Since ancient times man has observed the effect of the moon on living organisms, especially his crops. Planting and harvest dates based on moon cycles are still found in the Old Farmer&#8217;s Almanac. The moon takes 28 to 29 days to completely orbit the earth. This cycle is divided into four one-week phases. It starts as the new moon waxes (begins to enlarge) for a week until the quarter moon and another week until the moon is full. Then the waning (shrinking) cycle begins and the moon passes back for two weeks through another quarter to reach the beginning of the cycle with a new moon. Most cultivators agree that the best time for planting is on the waxing moon, and the best time to harvest is on the waning moon. Exact new moons, full moons, and quarter moons are avoided as these are times of interplanetary stress. Planting, germinating, grafting, and layering are most favored during phases 1 and 2. The best time is a few days before the full moon. Phases 3 and 4 are most beneficial for harvesting and pruning.

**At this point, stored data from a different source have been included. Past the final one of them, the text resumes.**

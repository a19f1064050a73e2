package org.polebench.linalg;

import java.util.Arrays;
import java.util.Comparator;
import java.util.Optional;
import org.apache.commons.math3.exception.MathArithmeticException;
import org.apache.commons.math3.exception.MathIllegalStateException;
import org.apache.commons.math3.linear.Array2DRowRealMatrix;
import org.apache.commons.math3.linear.EigenDecomposition;
import org.apache.commons.math3.linear.LUDecomposition;

/**
 * Eigenvalues and eigenvectors of a real non-symmetric matrix, the recipe of docs/method.md, "Poles and zeros": Commons Math's
 * {@link EigenDecomposition} tests 2×2 Schur blocks against an absolute 1e-12, so it runs on
 * A/‖A‖ and the eigenvalues are scaled back; |Im λ| below {@code realShare}·|λ| is taken as real;
 * Σλ is checked against trace A, Πλ against an LU determinant, and each eigenpair by its
 * residual. Eigenvectors come from two steps of inverse iteration at a shift just off each
 * eigenvalue (Golub and Van Loan, Matrix Computations, 4th ed., §7.6.1), right ones from
 * A − μI and left ones from its transpose with the same factors. Immutable.
 */
public final class EigenSolver {
    /** |Im λ| below this share of |λ| is round-off: the eigenvalue is real (docs/method.md, "Poles and zeros"). */
    public static final double DEFAULT_REAL_SHARE = 1e-9;
    /** A scaled eigenvalue below this is taken as exactly zero (a structural zero at DC). */
    public static final double ZERO_SHARE = 1e-9;
    private static final int INVERSE_ITERATIONS = 3;

    private final double realShare;

    public EigenSolver() {
        this(DEFAULT_REAL_SHARE);
    }

    public EigenSolver(double realShare) {
        this.realShare = realShare;
    }


    /**
     * @param a         a square matrix (not changed); the eigenvalues come back in its units
     * @param snapZeros make eigenvalues below {@link #ZERO_SHARE}·‖A‖ exactly 0 (for zeros at DC)
     * @return the eigenpairs sorted by magnitude, then by descending imaginary part, with the
     * checks; empty when the eigenvalue iteration does not converge
     */
    public Optional<Eigenpairs> eigenpairs(double[][] original, boolean snapZeros) {
        int n = original.length;
        if (n == 0) {
            return Optional.of(new Eigenpairs(new double[0], new double[0], new double[0][][], new double[0][][], 0, 0, 0));
        }
        double[] balance = new double[n];
        double[][] a = balanced(original, balance);
        double scale = 0;
        for (double[] row : a) {
            for (double v : row) {
                scale = Math.max(scale, Math.abs(v));
            }
        }
        if (scale == 0) {
            scale = 1;
        }
        double[][] scaled = new double[n][n];
        double frobenius = 0;
        double trace = 0;
        for (int i = 0; i < n; i++) {
            for (int j = 0; j < n; j++) {
                scaled[i][j] = a[i][j] / scale;
                frobenius += scaled[i][j] * scaled[i][j];
            }
            trace += scaled[i][i];
        }
        frobenius = Math.sqrt(frobenius);
        double[] re;
        double[] im;
        try {
            EigenDecomposition eigen = new EigenDecomposition(new Array2DRowRealMatrix(scaled, false));
            re = eigen.getRealEigenvalues();
            im = eigen.getImagEigenvalues();
        } catch (MathIllegalStateException | MathArithmeticException e) {
            return Optional.empty();
        }
        Integer[] order = new Integer[n];
        for (int i = 0; i < n; i++) {
            order[i] = i;
            double magnitude = Math.hypot(re[i], im[i]);
            if (Math.abs(im[i]) < realShare * magnitude) {
                im[i] = 0;
            }
            if (snapZeros && magnitude < ZERO_SHARE) {
                re[i] = 0;
                im[i] = 0;
            }
        }
        final double[] r0 = re;
        final double[] i0 = im;
        Arrays.sort(order, Comparator.<Integer>comparingDouble(i -> Math.hypot(r0[i], i0[i]))
                .thenComparingDouble(i -> -i0[i]));
        double[] sre = new double[n];
        double[] sim = new double[n];
        double absSum = 0;
        double sumRe = 0;
        double prodRe = 1;
        double prodIm = 0;
        for (int i = 0; i < n; i++) {
            sre[i] = re[order[i]];
            sim[i] = im[order[i]];
            absSum += Math.hypot(sre[i], sim[i]);
            sumRe += sre[i];
            double pr = prodRe * sre[i] - prodIm * sim[i];
            prodIm = prodRe * sim[i] + prodIm * sre[i];
            prodRe = pr;
        }
        double traceError = absSum > 0 ? Math.abs(sumRe - trace) / absSum : 0;
        double det = new LUDecomposition(new Array2DRowRealMatrix(scaled, false), 0).getDeterminant();
        double detSize = Math.max(Math.abs(det), Math.hypot(prodRe, prodIm));
        double detError = detSize > 1e-300 ? Math.hypot(prodRe - det, prodIm) / detSize : 0;

        double[][][] right = new double[n][][];
        double[][][] left = new double[n][][];
        double maxResidual = 0;
        double[][] mr = new double[n][n];
        double[][] mi = new double[n][n];
        for (int m = 0; m < n; m++) {
            double[][] vectors = eigenvectors(scaled, sre[m], sim[m], mr, mi);
            right[m] = new double[][] {vectors[0], vectors[1]};
            left[m] = new double[][] {vectors[2], vectors[3]};
            maxResidual = Math.max(maxResidual, residual(scaled, sre[m], sim[m], vectors[0], vectors[1]) / frobenius);
        }
        for (int i = 0; i < n; i++) {
            sre[i] *= scale;
            sim[i] *= scale;
        }
        for (int m = 0; m < n; m++) {
            // back from D⁻¹·A·D: right vectors D·v, left vectors D⁻¹·w, each to unit length again
            unbalance(right[m], balance, false);
            unbalance(left[m], balance, true);
        }
        return Optional.of(new Eigenpairs(sre, sim, right, left, traceError, detError, maxResidual));
    }

    /**
     * Balancing (Parlett and Reinsch, "Balancing a matrix for calculation of eigenvalues and
     * eigenvectors", Numer. Math. 13, 1969; Golub and Van Loan, Matrix Computations, 4th ed.,
     * 7.5.7): D⁻¹·A·D with D a diagonal of powers of 2 (exact) that makes each row and column of
     * similar size. The eigenvalues are A's; the Hessenberg QR then sees a matrix of far smaller
     * norm. A cascade of amplifying stages needs it: its port admittances carry the cascade's
     * gain (1e11 after six stages of 38 dB) below the diagonal, and the QR iteration did not
     * converge on that matrix unbalanced.
     *
     * @param d filled with D's diagonal
     */
    private static double[][] balanced(double[][] a, double[] d) {
        int n = a.length;
        double[][] b = new double[n][];
        for (int i = 0; i < n; i++) {
            b[i] = a[i].clone();
            d[i] = 1;
        }
        boolean done = false;
        for (int sweep = 0; sweep < 100 && !done; sweep++) {
            done = true;
            for (int i = 0; i < n; i++) {
                double c = 0;
                double r = 0;
                for (int j = 0; j < n; j++) {
                    if (j != i) {
                        c += Math.abs(b[j][i]);
                        r += Math.abs(b[i][j]);
                    }
                }
                if (c == 0 || r == 0) {
                    continue;
                }
                double sum = c + r;
                double f = 1;
                while (c < r / 2) {
                    f *= 2;
                    c *= 4;
                }
                while (c >= 2 * r) {
                    f /= 2;
                    c /= 4;
                }
                if ((c + r) / f < 0.95 * sum) {
                    done = false;
                    d[i] *= f;
                    for (int j = 0; j < n; j++) {
                        b[i][j] /= f;
                        b[j][i] *= f;
                    }
                }
            }
        }
        return b;
    }

    private static void unbalance(double[][] vector, double[] d, boolean left) {
        double[] re = vector[0];
        double[] im = vector[1];
        double norm = 0;
        for (int i = 0; i < re.length; i++) {
            double f = left ? 1 / d[i] : d[i];
            re[i] *= f;
            im[i] *= f;
            norm += re[i] * re[i] + im[i] * im[i];
        }
        norm = Math.sqrt(norm);
        for (int i = 0; i < re.length; i++) {
            re[i] /= norm;
            im[i] /= norm;
        }
    }

    // Inverse iteration at μ = λ + δ: δ is far below the gap to any other eigenvalue of a stage,
    // and keeps the factors away from an exactly zero pivot.
    private static double[][] eigenvectors(double[][] a, double lr, double li, double[][] mr, double[][] mi) {
        int n = a.length;
        double shift = 1e-11 * Math.hypot(lr, li) + 1e-14;
        ComplexLu lu = new ComplexLu(mr, mi);
        // an exactly zero pivot needs a larger shift; three tries cover any matrix (the third is 1e6 larger)
        for (int attempt = 0; attempt < 3; attempt++, shift *= 1e3) {
            for (int i = 0; i < n; i++) {
                for (int j = 0; j < n; j++) {
                    mr[i][j] = a[i][j];
                    mi[i][j] = 0;
                }
                mr[i][i] -= lr + shift;
                mi[i][i] -= li + shift;
            }
            if (lu.factor()) {
                break;
            }
        }
        double[] vr = new double[n];
        double[] vi = new double[n];
        double[] wr = new double[n];
        double[] wi = new double[n];
        for (int i = 0; i < n; i++) {
            // a start vector with no special direction
            vr[i] = 1 + 0.37 * i;
            vi[i] = 0.11 * (n - i);
            wr[i] = vr[i];
            wi[i] = vi[i];
        }
        for (int step = 0; step < INVERSE_ITERATIONS; step++) {
            lu.solve(vr, vi);
            normalise(vr, vi);
            lu.solveTransposed(wr, wi);
            normalise(wr, wi);
        }
        return new double[][] {vr, vi, wr, wi};
    }

    private static void normalise(double[] xr, double[] xi) {
        double norm = 0;
        for (int i = 0; i < xr.length; i++) {
            norm += xr[i] * xr[i] + xi[i] * xi[i];
        }
        norm = 1 / Math.sqrt(norm);
        for (int i = 0; i < xr.length; i++) {
            xr[i] *= norm;
            xi[i] *= norm;
        }
    }

    private static double residual(double[][] a, double lr, double li, double[] vr, double[] vi) {
        double sum = 0;
        for (int i = 0; i < a.length; i++) {
            double rr = -(lr * vr[i] - li * vi[i]);
            double ri = -(lr * vi[i] + li * vr[i]);
            for (int j = 0; j < a.length; j++) {
                rr += a[i][j] * vr[j];
                ri += a[i][j] * vi[j];
            }
            sum += rr * rr + ri * ri;
        }
        return Math.sqrt(sum);
    }
}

Root growth seems accelerated at the time of the new moon, possibly as a response to increased gravitational pull from the alignment of sun and moon. It also seems that floral cluster formation is slowed by the full moon. Strong, full moonlight is on the borderline of being enough light to cease floral induction entirely. Although this never happens, if a plant is just about to begin floral growth, it may be delayed a week by a few nights of bright moonlight.

Conversely, plants begin floral growth during the dark nights of the new moon. More research is needed to explain the mysterious effects of moon cycles on Cannabis


----------



## Ekoostik_Hookah (Feb 15, 2008)

do you have a basic date for when the waxing moon starts?
  as in what month? on which day? which week...w/e.

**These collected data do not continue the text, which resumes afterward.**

package org.polebench.linalg;

import java.util.Optional;

/**
 * The Cholesky factor L·Lᵀ of a small symmetric positive-definite matrix (Golub and Van Loan,
 * Matrix Computations, 3rd ed., algorithm 4.2.1): solves, the inverse and ln det for the
 * normal equations and the Laplace evidence.
 */
public final class Cholesky {
    private final double[][] l;

    private Cholesky(double[][] l) {
        this.l = l;
    }

    /** @return the factor, or empty when the matrix is not positive definite */
    public static Optional<Cholesky> of(double[][] a) {
        int n = a.length;
        double[][] l = new double[n][n];
        for (int j = 0; j < n; j++) {
            double diagonal = a[j][j];
            for (int m = 0; m < j; m++) {
                diagonal -= l[j][m] * l[j][m];
            }
            if (!(diagonal > 0) || !Double.isFinite(diagonal)) {
                return Optional.empty();
            }
            l[j][j] = Math.sqrt(diagonal);
            for (int i = j + 1; i < n; i++) {
                double sum = a[i][j];
                for (int m = 0; m < j; m++) {
                    sum -= l[i][m] * l[j][m];
                }
                l[i][j] = sum / l[j][j];
            }
        }
        return Optional.of(new Cholesky(l));
    }

    /** @return x with A·x = r */
    public double[] solve(double[] r) {
        int n = l.length;
        double[] x = r.clone();
        for (int i = 0; i < n; i++) {
            double sum = x[i];
            for (int m = 0; m < i; m++) {
                sum -= l[i][m] * x[m];
            }
            x[i] = sum / l[i][i];
        }
        for (int i = n - 1; i >= 0; i--) {
            double sum = x[i];
            for (int m = i + 1; m < n; m++) {
                sum -= l[m][i] * x[m];
            }
            x[i] = sum / l[i][i];
        }
        return x;
    }

    /** @return A⁻¹ */
    public double[][] inverse() {
        int n = l.length;
        double[][] inverse = new double[n][];
        for (int j = 0; j < n; j++) {
            double[] unit = new double[n];
            unit[j] = 1;
            inverse[j] = solve(unit);
        }
        return inverse;
    }

    /** @return ln det A = 2·Σ ln L_ii */
    public double lnDeterminant() {
        double sum = 0;
        for (int i = 0; i < l.length; i++) {
            sum += Math.log(l[i][i]);
        }
        return 2 * sum;
    }
}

 Becuase i have learned about what you just said.....but what am i supposed to do? study the moon till i fully understand when each phase occurs?

 i cant find a planting date to follow the moon cycles.


----------



## Hick (Feb 15, 2008)

WH.. google "old farmers almanax"..
 "M o o n spells moon"..


----------



## Mutt (Feb 15, 2008)

Ekoostik_Hookah said:
			
		

> alright cool, that pritty much what i wanted to know..
> 
> Did he top? or LST that?
> Looks like LST to me ???


 
I think he likes to snap there necks....sorta like topping but get to keep main cola as it will heal.


----------



## TheStickyIcky (Feb 15, 2008)

Way too many variables. Strain, how much direct sunlight they are getting, how long they are vegged, how much water they get are all big factors. 

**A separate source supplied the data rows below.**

package org.polebench.linalg;

import java.util.Optional;

/**
 * The Householder QR factorisation A = Q·R of a tall m×n matrix of full column rank (Golub and
 * Van Loan, Matrix Computations, 3rd ed., algorithms 5.1.1 and 5.2.1): least squares
 * min ‖A·x − b‖, and AᵀA's inverse and ln det taken from R alone (AᵀA = RᵀR), so that the
 * normal equations are never formed. Forming AᵀA squares the condition number: a matrix whose
 * columns span 1e9 in scale gives an AᵀA that a Cholesky factor no longer sees as positive
 * definite (κ² ≈ 1e18 ≥ 1/u), while QR is backward stable on A itself (Higham, Accuracy and
 * Stability of Numerical Algorithms, 2nd ed., 2002, 19.3 and 20.2).
 *
 * <p>The matrix is handed over by columns ({@code columns[j][i]} is A_ij), the layout in which
 * the back-solve keeps its Jacobians; Q is kept as its n reflectors. Immutable after
 * construction.
 */
public final class HouseholderQr {
    private final int rows;
    /** Column j holds R's entries above the diagonal in [0, j) and reflector j's vector in [j, m). */
    private final double[][] factored;
    private final double[] diagonal;
    /** 2/‖v_j‖² of reflector j: H_j = I − β_j·v_j·v_jᵀ. */
    private final double[] beta;

    private HouseholderQr(int rows, double[][] factored, double[] diagonal, double[] beta) {
        this.rows = rows;
        this.factored = factored;
        this.diagonal = diagonal;
        this.beta = beta;
    }

    /**
     * @param columns A by columns, each of length {@code rows}; not changed
     * @param rows    m, at least the number of columns
     * @return the factors, or empty when A is rank deficient (a column with nothing left after
     *         the reflections of those before it) or holds a value that is not finite
     */
    public static Optional<HouseholderQr> ofColumns(double[][] columns, int rows) {
        return ofColumns(columns, rows, columns.length * Math.ulp(1.0));
    }

    /**
     * @param rankTolerance the smallest |R_jj|/max|R_jj| taken as nonzero: n·u (the default) for
     *                      rank deficiency to working precision; √u for a matrix whose AᵀA must
     *                      be of full rank to working precision (a column determined to less
     *                      than u relative in AᵀA is not determined at all)
     * @return as {@link #ofColumns(double[][], int)}, with this threshold for rank deficiency
     */
    public static Optional<HouseholderQr> ofColumns(double[][] columns, int rows, double rankTolerance) {
        int n = columns.length;
        if (rows < n) {
            throw new IllegalArgumentException("QR least squares needs at least as many rows as columns");
        }
        double[][] a = new double[n][];
        for (int j = 0; j < n; j++) {
            if (columns[j].length < rows) {
                throw new IllegalArgumentException("column " + j + " is shorter than " + rows);
            }
            a[j] = java.util.Arrays.copyOf(columns[j], rows);
            for (int i = 0; i < rows; i++) {
                if (!Double.isFinite(a[j][i])) {
                    return Optional.empty();
                }
            }
        }
        double[] diagonal = new double[n];
        double[] beta = new double[n];
        for (int k = 0; k < n; k++) {
            double[] v = a[k];
            double norm = norm(v, k, rows);
            if (!(norm > 0) || !Double.isFinite(norm)) {
                return Optional.empty();
            }
            // the sign opposite to the leading entry's: v_k = a_kk + sign·‖a‖ adds, never cancels
            double alpha = v[k] >= 0 ? -norm : norm;
            v[k] -= alpha;
            double vv = 0;
            for (int i = k; i < rows; i++) {
                vv += v[i] * v[i];
            }
            diagonal[k] = alpha;
            beta[k] = 2 / vv;
            for (int j = k + 1; j < n; j++) {
                reflect(v, beta[k], a[j], k, rows);
            }
        }
        // a diagonal this small against the largest is zero to working precision: A is rank
        // deficient and (AᵀA)⁻¹ meaningless (Golub and Van Loan, 5.5.7, numerical rank)
        double largest = 0;
        for (double d : diagonal) {
            largest = Math.max(largest, Math.abs(d));
        }
        for (double d : diagonal) {
            if (Math.abs(d) <= largest * rankTolerance) {
                return Optional.empty();
            }
        }
        return Optional.of(new HouseholderQr(rows, a, diagonal, beta));
    }

    // ‖x[from, to)‖ scaled by its largest entry, so that squares neither overflow nor underflow
    private static double norm(double[] x, int from, int to) {
        double scale = 0;
        for (int i = from; i < to; i++) {
            scale = Math.max(scale, Math.abs(x[i]));
        }
        if (scale == 0 || !Double.isFinite(scale)) {
            return scale;
        }
        double sum = 0;
        for (int i = from; i < to; i++) {
            double t = x[i] / scale;
            sum += t * t;
        }
        return scale * Math.sqrt(sum);
    }

    // x ← (I − β·v·vᵀ)·x on rows [k, m)
    private static void reflect(double[] v, double beta, double[] x, int k, int rows) {
        double s = 0;
        for (int i = k; i < rows; i++) {
            s += v[i] * x[i];
        }
        s *= beta;
        for (int i = k; i < rows; i++) {
            x[i] -= s * v[i];
        }
    }

    /** @return n, the number of columns */
    public int columns() {
        return diagonal.length;
    }

    /** @return Qᵀ·b (length m): its first n entries are what R·x must match */
    public double[] transposedQTimes(double[] b) {
        if (b.length < rows) {
            throw new IllegalArgumentException("the right-hand side is shorter than " + rows);
        }
        double[] y = java.util.Arrays.copyOf(b, rows);
        for (int k = 0; k < diagonal.length; k++) {
            reflect(factored[k], beta[k], y, k, rows);
        }
        return y;
    }

    /** @return x minimising ‖A·x − b‖ (b of length m) */
    public double[] solve(double[] b) {
        double[] y = transposedQTimes(b);
        return backSubstitute(java.util.Arrays.copyOf(y, diagonal.length));
    }

    /** @return x with R·x = y (y of length n) */
    public double[] backSubstitute(double[] y) {
        int n = diagonal.length;
        double[] x = y.clone();
        for (int i = n - 1; i >= 0; i--) {
            double sum = x[i];
            for (int j = i + 1; j < n; j++) {
                sum -= factored[j][i] * x[j];
            }
            x[i] = sum / diagonal[i];
        }
        return x;
    }

    /** @return R, n×n upper triangular (its diagonal may be negative: the sign is Q's choice) */
    public double[][] r() {
        int n = diagonal.length;
        double[][] r = new double[n][n];
        for (int i = 0; i < n; i++) {
            r[i][i] = diagonal[i];
            for (int j = i + 1; j < n; j++) {
                r[i][j] = factored[j][i];
            }
        }
        return r;
    }

    /** @return ln det(AᵀA) = 2·Σ ln|R_jj|, with no AᵀA formed */
    public double lnDeterminantOfGram() {
        double sum = 0;
        for (double d : diagonal) {
            sum += Math.log(Math.abs(d));
        }
        return 2 * sum;
    }

    /**
     * @return (AᵀA)⁻¹ = R⁻¹·R⁻ᵀ: R⁻¹ by back substitution on the unit vectors (upper triangular,
     *         so column j needs rows [0, j] only), then the product; the covariance of a least
     *         squares estimate with unit-weighted rows
     */
    public double[][] gramInverse() {
        int n = diagonal.length;
        double[][] inverseColumns = new double[n][];
        for (int j = 0; j < n; j++) {
            double[] x = new double[n];
            x[j] = 1 / diagonal[j];
            for (int i = j - 1; i >= 0; i--) {
                double sum = 0;
                for (int l = i + 1; l <= j; l++) {
                    sum -= factored[l][i] * x[l];
                }
                x[i] = sum / diagonal[i];
            }
            inverseColumns[j] = x;
        }
        // (R⁻¹R⁻ᵀ)_ab = Σ_j (R⁻¹)_aj·(R⁻¹)_bj, over j ≥ max(a, b) where both are nonzero
        double[][] gram = new double[n][n];
        for (int a = 0; a < n; a++) {
            for (int b = 0; b <= a; b++) {
                double sum = 0;
                for (int j = a; j < n; j++) {
                    sum += inverseColumns[j][a] * inverseColumns[j][b];
                }
                gram[a][b] = sum;
                gram[b][a] = sum;
            }
        }
        return gram;
    }
}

Expecting 8-10 oz per plant is a little much. The sky is the limit, but plants are few and far between that weigh a pound. If you have a good area with plenty of light and take care of them properly expect 3 oz per plant and be thrilled with anything more. I consider getting a QP per plant a pretty successful harvest. If you expect 8 oz per plant for 5 plants, then you are expecting 40 oz ( 2.5 lbs). You're going to be real let down when you come up with less than a pound. It's not realistic to think you're going to start growing outdoors and go to your plants 4 times during the season and think you are going to pull a half pound per plant. That plant by Fing is pretty impressive, How long do you think he has been growing outdoors?

Oh and who ever told you a pound per plant outdoors is easy lied to you.


----------



## BullyBong (Feb 15, 2008)

Agreed with TheStickyIcky


----------